:: Description of the task ::
Where does the word "callback" appear in the data? Copy every line that holds it.

:: Available records ::
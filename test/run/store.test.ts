import { describe, expect, it } from 'vitest'
import { memoryStore } from '../../src/run/store'
import { resultOf } from './fakes'

describe('the store in memory', () => {
  it('gives back what was put, and null for what it does not know', async () => {
    const store = memoryStore(2)
    await store.put('a', resultOf('a'))
    expect(await store.get('a')).toEqual(resultOf('a'))
    expect(await store.get('b')).toBeNull()
  })

  it('forgets the result used least recently when it is full', async () => {
    const store = memoryStore(2)
    await store.put('a', resultOf('a'))
    await store.put('b', resultOf('b'))
    await store.get('a')
    await store.put('c', resultOf('c'))
    expect(await store.get('b')).toBeNull()
    expect(await store.get('a')).toEqual(resultOf('a'))
    expect(await store.get('c')).toEqual(resultOf('c'))
  })
})
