import { describe, expect, it } from 'vitest'
import type { TaskResult } from '../../src/core'
import { transferables, type ResultMessage, type TaskMessage } from '../../src/run/messages'
import { messageWorker } from '../../src/run/messageWorker'
import { longTask, resultOf } from './fakes'

function fakePort(): {
  worker: ReturnType<typeof messageWorker>
  posted: TaskMessage[]
  answer: (message: ResultMessage) => void
  end: (reason: string) => void
  terminated: () => boolean
} {
  const posted: TaskMessage[] = []
  let answer: (message: ResultMessage) => void = () => {}
  let end: (reason: string) => void = () => {}
  let terminated = false
  const worker = messageWorker({
    post: (message) => posted.push(message),
    onMessage: (callback) => (answer = callback),
    onEnd: (callback) => (end = callback),
    terminate: () => (terminated = true),
  })
  return { worker, posted, answer: (m) => answer(m), end: (r) => end(r), terminated: () => terminated }
}

describe('a worker that speaks by messages', () => {
  it('gives each result to the one who asked for it, whatever the order', async () => {
    const { worker, posted, answer } = fakePort()
    const first = worker.run(longTask('a'))
    const second = worker.run(longTask('b'))
    answer({ id: posted[1]!.id, result: resultOf('b') })
    answer({ id: posted[0]!.id, result: resultOf('a') })
    expect(await first).toEqual(resultOf('a'))
    expect(await second).toEqual(resultOf('b'))
  })

  it('rejects with the fault that the worker names', async () => {
    const { worker, posted, answer } = fakePort()
    const asked = worker.run(longTask('a'))
    answer({ id: posted[0]!.id, fault: 'a fault of ours' })
    await expect(asked).rejects.toThrow('a fault of ours')
  })

  it('rejects what waits, and all that comes later, when the worker ends', async () => {
    const { worker, end } = fakePort()
    const asked = worker.run(longTask('a'))
    end('the worker stopped')
    await expect(asked).rejects.toThrow('the worker stopped')
    await expect(worker.run(longTask('b'))).rejects.toThrow('the worker stopped')
  })

  it('ends the worker and leaves nobody waiting when it is terminated', async () => {
    const { worker, terminated } = fakePort()
    const asked = worker.run(longTask('a'))
    worker.terminate()
    expect(terminated()).toBe(true)
    await expect(asked).rejects.toThrow()
  })
})

describe('what may be transferred', () => {
  it('is every buffer of a pressure once, and nothing of a polar', () => {
    const shared = new Float64Array(4)
    const pressure = {
      kind: 'pressure',
      pressure: { x: shared.subarray(0, 2), y: shared.subarray(2), pressureCoefficient: new Float64Array(2) },
    } as unknown as TaskResult
    expect(transferables(pressure)).toHaveLength(2)
    expect(transferables(resultOf('a'))).toEqual([])
  })
})
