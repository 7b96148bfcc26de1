import { describe, expect, it } from 'vitest'
import { layeredStore, memoryStore } from '../../src/run/store'
import { resultOf } from './fakes'

describe('the store in memory', () => {
  it('gives back what was put, and null for what it does not know', async () => {
    const store = memoryStore(2)
    await store.put('a', resultOf('a'))
    expect(await store.get('a')).toEqual(resultOf('a'))
    expect(await store.get('b')).toBeNull()
  })

  it('forgets the result used least recently when it is full', async () => {
    const store = memoryStore(2)
    await store.put('a', resultOf('a'))
    await store.put('b', resultOf('b'))
    await store.get('a')
    await store.put('c', resultOf('c'))
    expect(await store.get('b')).toBeNull()
    expect(await store.get('a')).toEqual(resultOf('a'))
    expect(await store.get('c')).toEqual(resultOf('c'))
  })
})

describe('a store in two layers', () => {
  it('asks the far one only once for a result', async () => {
    const far = memoryStore(9)
    await far.put('a', resultOf('a'))
    let asked = 0
    const counting = { ...far, get: (key: string) => (asked++, far.get(key)) }
    const store = layeredStore(memoryStore(9), counting)
    expect(await store.get('a')).toEqual(resultOf('a'))
    expect(await store.get('a')).toEqual(resultOf('a'))
    expect(asked).toBe(1)
  })

  it('puts into both', async () => {
    const near = memoryStore(9)
    const far = memoryStore(9)
    await layeredStore(near, far).put('a', resultOf('a'))
    expect(await near.get('a')).toEqual(resultOf('a'))
    expect(await far.get('a')).toEqual(resultOf('a'))
  })
})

:: Answer box ::
    onMessage: (callback) => (answer = callback),
    onEnd: (callback) => (end = callback),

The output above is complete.